Solo Time for John Medeski

Fans of such choice MMW titles as Tonic, Farmer’s Reserve and the recent Free Magic can heartily attest to keyboardist John Medeski’s affinity for the acoustic arena. But fans can now hear him take his love for the piano to the next level on his long-awaited debut as a solo performer A Different Time, the inaugural release on the freshly resurrected “race music” imprint O’Keh Records that now serves as the jazz arm of Sony Music. had the chance to catch up with Medeski to talk about his unique and beautiful approach to his work of a single artist and find out about the next moves for Medeski Martin and Wood, among other keen insights.

What made you wait until 2013 to release a solo album and did you always have a solo LP in the back of your mind?

Piano is my first instrument. I have always played solo piano, concerts, background music, etc. It’s one of things you do as a piano player, and what I do when I’m alone. I have thought about making a solo record for years, but have been so busy doing other things that I never got around to it. I don’t know if anyone really cares and I don’t feel the need to put everything out there, show what I do or have a product. That’s not why I make music, but I finally set the time aside to record some solo piano music.

Did your participation in Gregory Rogove’s Piana project inspire your solo venture?

I was actually working on my own solo recording when Greg asked me to do Piana. I had a set up in a little cabin in the woods. It ended up just being a writing and practice session for me, but I got to do Greg’s record!

What prompted you to go with the 1925 French Gaveau for A Different Time over the Steinway?

I recorded for a couple of evenings, mostly on a Steinway (actually two different ones). Henry Hirsch, the engineer, kept encouraging me to try the Gaveau that he had in the studio, hailing its sound and how well it recorded. It was the last thing I recorded. When I went back and listened to everything, for some reason the set I played on the Gaveau felt like the record. The piano requires a much more controlled touch. It is much more difficult to get a beautiful sound out of it, but there is a lyrical quality that made me perform differently.

You’ve cited Oscar Peterson as a huge influence on your acoustic piano playing, but who are some other artists you’ve admired over the years that helped you shape the direction of A Different Time ?

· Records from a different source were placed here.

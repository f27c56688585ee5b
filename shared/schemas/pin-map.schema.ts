import { z } from 'zod';
import { blankRecord, fieldKeys, fieldShape } from '../domain/fields/field-table.ts';
import { PIN_FIELDS, type PinValues } from '../domain/fields/pin-fields.ts';
import { labelKey } from '../domain/labels.ts';
import { noteText, requiredText } from './common.schema.ts';

export const CONNECTOR_SIDES = ['ecu', 'engine', 'vehicle', 'other'] as const;
export type ConnectorSide = (typeof CONNECTOR_SIDES)[number];
export const CONNECTOR_SIDE_LABELS: Record<ConnectorSide, string> = {
  ecu: 'ECU side',
  engine: 'Engine side',
  vehicle: 'Vehicle side',
  other: 'Other',
};

export const MAX_CAVITIES = 400;
export const MAX_BULK_PINS = 5000;

// ---------- pin fields: built from the pin field table (shared/domain/fields/pin-fields.ts) ----------

export {
  DispositionSchema,
  InsulationRatingSchema,
  SignalClassSchema,
  WireColourSchema,
  WireSizeMm2Schema,
} from './wire-fields.schema.ts';

export const PinFields = z.strictObject(fieldShape(PIN_FIELDS));
export type PinFields = PinValues;
export const PIN_FIELD_NAMES = fieldKeys(PIN_FIELDS);

/** What a new cavity holds: nothing anyone entered. */
export const BLANK_PIN_VALUES: PinFields = blankRecord(PIN_FIELDS);

/** Whether a pin holds anything a person entered (so removing its cavity would lose work). */
export function pinHoldsData(pin: PinFields): boolean {
  return PIN_FIELD_NAMES.some((key) => pin[key] !== BLANK_PIN_VALUES[key]);
}

const atLeastOne = (v: object) => Object.keys(v).length > 0;

export const PinChanges = PinFields.partial().refine(
  atLeastOne,
  'give at least one field to change',
);
export type PinChanges = z.infer<typeof PinChanges>;

export const UpdatePinRequest = PinFields.partial()
  .extend({ version: z.number().int().min(0) })
  .refine((v) => Object.keys(v).length > 1, 'give at least one field to change');
export type UpdatePinRequest = z.infer<typeof UpdatePinRequest>;

export const BulkPinRequest = z.strictObject({
  pinIds: z.array(z.number().int().positive()).min(1).max(MAX_BULK_PINS),
  set: PinChanges,
});
export type BulkPinRequest = z.infer<typeof BulkPinRequest>;

/** Several pins changed at once, each against the version the client read (paste, fill down, undo). */
export const BatchPinRequest = z.strictObject({
  changes: z
    .array(
      z.strictObject({
        id: z.number().int().positive(),
        version: z.number().int().min(0),
        set: PinChanges,
      }),
    )
    .min(1)
    .max(MAX_BULK_PINS),
});
export type BatchPinRequest = z.infer<typeof BatchPinRequest>;

// ---------- connectors ----------

const layoutCount = z.number().int().min(1).max(MAX_CAVITIES);

export const CreateConnectorRequest = z
  .strictObject({
    label: requiredText(40),
    side: z.enum(CONNECTOR_SIDES),
    cavityCount: z.number().int().min(1).max(MAX_CAVITIES),
    rows: layoutCount.optional(),
    columns: layoutCount.optional(),
    notes: noteText(2000).optional(),
    /** Cavity labels in face order ("A1", "B12"…); "1" to N when omitted. */
    cavityLabels: z.array(requiredText(8)).optional(),
  })
  .refine((v) => !v.rows || !v.columns || v.rows * v.columns >= v.cavityCount, {
    message: 'rows × columns must hold every cavity',
    path: ['rows'],
  })
  .refine((v) => !v.cavityLabels || v.cavityLabels.length === v.cavityCount, {
    message: 'give one label per cavity',
    path: ['cavityLabels'],
  })
  .refine(
    (v) => !v.cavityLabels || new Set(v.cavityLabels.map(labelKey)).size === v.cavityLabels.length,
    {
      message: 'cavity labels must be unique and read differently',
      path: ['cavityLabels'],
    },
  );
export type CreateConnectorRequest = z.infer<typeof CreateConnectorRequest>;

export const UpdateConnectorRequest = z.strictObject({
  label: requiredText(40).optional(),
  side: z.enum(CONNECTOR_SIDES).optional(),
  cavityCount: z.number().int().min(1).max(MAX_CAVITIES).optional(),
  rows: layoutCount.optional(),
  columns: layoutCount.optional(),
  notes: noteText(2000).optional(),
  version: z.number().int().min(0),
});
export type UpdateConnectorRequest = z.infer<typeof UpdateConnectorRequest>;

// ---------- responses ----------

export interface Pin extends PinFields {
  id: number;
  connectorId: number;
  conversionId: number;
  cavity: string;
  /** Order on the connector face, 0-based, row by row. */
  position: number;
  version: number;
  updatedAt: string;
}

export interface Connector {
  id: number;
  conversionId: number;
  label: string;
  side: ConnectorSide;
  cavityCount: number;
  rows: number;
  columns: number;
  notes: string;
  version: number;
}

/** The face layout to use when none is given: one row up to 12 cavities, two up to 48. */
export function defaultFaceLayout(cavityCount: number): { rows: number; columns: number } {
  const rows = cavityCount <= 12 ? 1 : cavityCount <= 48 ? 2 : Math.ceil(cavityCount / 24);
  return { rows, columns: Math.ceil(cavityCount / rows) };
}
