* a new reference (global level, mode or a pair's override) is a linear
  update: the reference offsets are resolved again (cheap), the class
  transports are ``relative + area * offset`` and, with an inverse, the new
  estimate is the solver's gain applied to the shifted constraint data. The
  full budget (overturning, heat, freshwater) is recomputed only when asked
  for (:attr:`WorkbenchState.results`), so a slider never waits for it;
* a new Ekman stress or inverse setting runs :meth:`Study.solve` on the
  stored operators (no dynamic height);
* new class interfaces, bottom-triangle rule or Ekman depth rebuild the
  section operators;
* a configuration naming other section files loads them.

Each change is recorded for undo/redo, written to an autosave file beside
the session (atomic write) and announced to listeners as a :class:`Change`.
"""

from __future__ import annotations

import atexit
import copy
import dataclasses
import os
import threading
import time
import weakref
from collections.abc import Callable, Sequence
from dataclasses import dataclass
from pathlib import Path
from typing import Any

import numpy as np
import pandas as pd

from sectionkit.budget import SV, UnknownLayout
from sectionkit.config import (
    Config,
    InverseSpec,
    KnownTransport,
    SectionNet,
    _reference_to_toml,
    load_config,
    parse_config,
    parse_reference,
)
from sectionkit.errors import Cautions, ConfigError, SectionkitError
from sectionkit.geostrophy import TRIANGLE_RULES, ReferenceChoice
from sectionkit.labels import parse_pair_label
from sectionkit.layers import Interface, check_interfaces
from sectionkit.study import NET_MASS_HEAT_TOLERANCE, Results, Study
from sectionkit.workbench.snapshot import (
    InverseView,
    LineDirection,
    ReferenceSensitivity,
    class_names_by_bounds,
    inverse_view,
    line_direction,
    map_class_settings,
    reference_sensitivity,
)

REFERENCE_MODES = ("pressure", "bottom", "isopycnal")
AUTOSAVE_SUFFIX = ".autosave.toml"
AUTOSAVE_COALESCE = 0.05  # s a change waits for newer ones before the autosave is written
GESTURE_GAP = 1.0  # s: changes of one control closer than this are one undo step (a drag)

Listener = Callable[["Change"], None]
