* a new reference (global level, mode or a pair's override) is a linear
  update: the reference offsets are resolved again (cheap), the budget state
  is derived with them (:meth:`sectionkit.state.BudgetState.derive`), the class
  transports are ``relative + area * offset`` and, with an inverse, the new
  estimate comes from the fitted linear solver's gain (no new fit). The
  full budget (overturning, heat, freshwater) is recomputed only when asked
  for (:attr:`WorkbenchState.results`), so a slider never waits for it;
* a new Ekman stress or inverse setting runs :meth:`Study.solve` on the
  stored operators (no dynamic height);
* new class interfaces, bottom-triangle rule or Ekman depth rebuild the
  section operators;
* a configuration naming other section files loads them.

Each change is recorded for undo/redo (a dragged slider is one step),
written to an autosave file beside the session (atomic write) and announced
to listeners as a :class:`Change`.

This module holds the controls and the history. The numbers live in
:mod:`sectionkit.workbench.snapshot` (:class:`~sectionkit.workbench.snapshot.Engine`:
full solves and linear updates, and the value objects the tables show); the
files in :mod:`sectionkit.workbench.session` (autosave writer, backups).
"""

from __future__ import annotations

import copy
import dataclasses
import time
from collections.abc import Callable, Sequence
from dataclasses import dataclass
from pathlib import Path
from typing import Any

import numpy as np
import pandas as pd

from sectionkit.config import (
    Config,
    InverseSpec,
    KnownTransport,
    SectionNet,
    _reference_to_toml,
    load_config,
    parse_config,
    parse_reference,
)
from sectionkit.errors import Cautions, ConfigError, SectionkitError
from sectionkit.geometry import along_line_distance
from sectionkit.geostrophy import TRIANGLE_RULES, ReferenceChoice
from sectionkit.labels import parse_pair_label
from sectionkit.layers import Interface, check_interfaces
from sectionkit.study import NET_MASS_HEAT_TOLERANCE, Results, Study
from sectionkit.workbench.session import (
    AUTOSAVE_COALESCE as AUTOSAVE_COALESCE,  # re-exported: the module's public names
)
from sectionkit.workbench.session import (
    AUTOSAVE_SUFFIX,
    AutosaveWriter,
    keep_backup,
    portable,
)
from sectionkit.workbench.snapshot import (
    BoxBudget,
    ClassTransports,
    Engine,
    InverseView,
    LineDirection,
    ReferenceSensitivity,
    VelocitySection,
    class_names_by_bounds,
    data_key,
    inverse_view,
    level_of_no_motion,
    line_direction,
    map_class_settings,
    operator_key,
    reference_error_key,
    reference_sensitivity,
    solve_key,
)

REFERENCE_MODES = ("pressure", "bottom", "isopycnal")
GESTURE_GAP = 1.0  # s: changes of one control closer than this are one undo step (a drag)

Oscar was the first jazz pianist I remember hearing, but hopefully my music isn’t only shaped by who I’ve listened to. This is the greatest misconception I continually encounter, the concept of “influences” and what that means. This is more of a historian’s way of looking at things, which is not necessarily where things come from. We have teachers and musicians that inspire and we admire, but music comes from within. Techniques and tools are learned from many places and people, but when it comes time to make music, I don’t think about other artists. I AM inspired by a lot of music, and at this point, the list is huge!! Everyone you could imagine. some of my favorites for solo piano are: James Booker, Cecil Taylor, Sun Ra, Ran Blake, Art Tatum, Keith Jarrett, Fred Hersch, Thelonious Monk, Jaki Byard, Jason Moran, Rubenstien, Cortot and the list keeps going…....but this record doesn’t sound like any of these artists.

As you get older, do you find yourself gravitating back to more acoustic forms of jazz?

I love acoustic music, always have. It’s natural. Pure vibration. A sound generated by striking, plucking, blowing, bowing or just singing. Nothing to plug in.

As someone who first got into jazz at a young age, how did you go about discovering the universe of great jazz albums as a youth?

I bought lots of records.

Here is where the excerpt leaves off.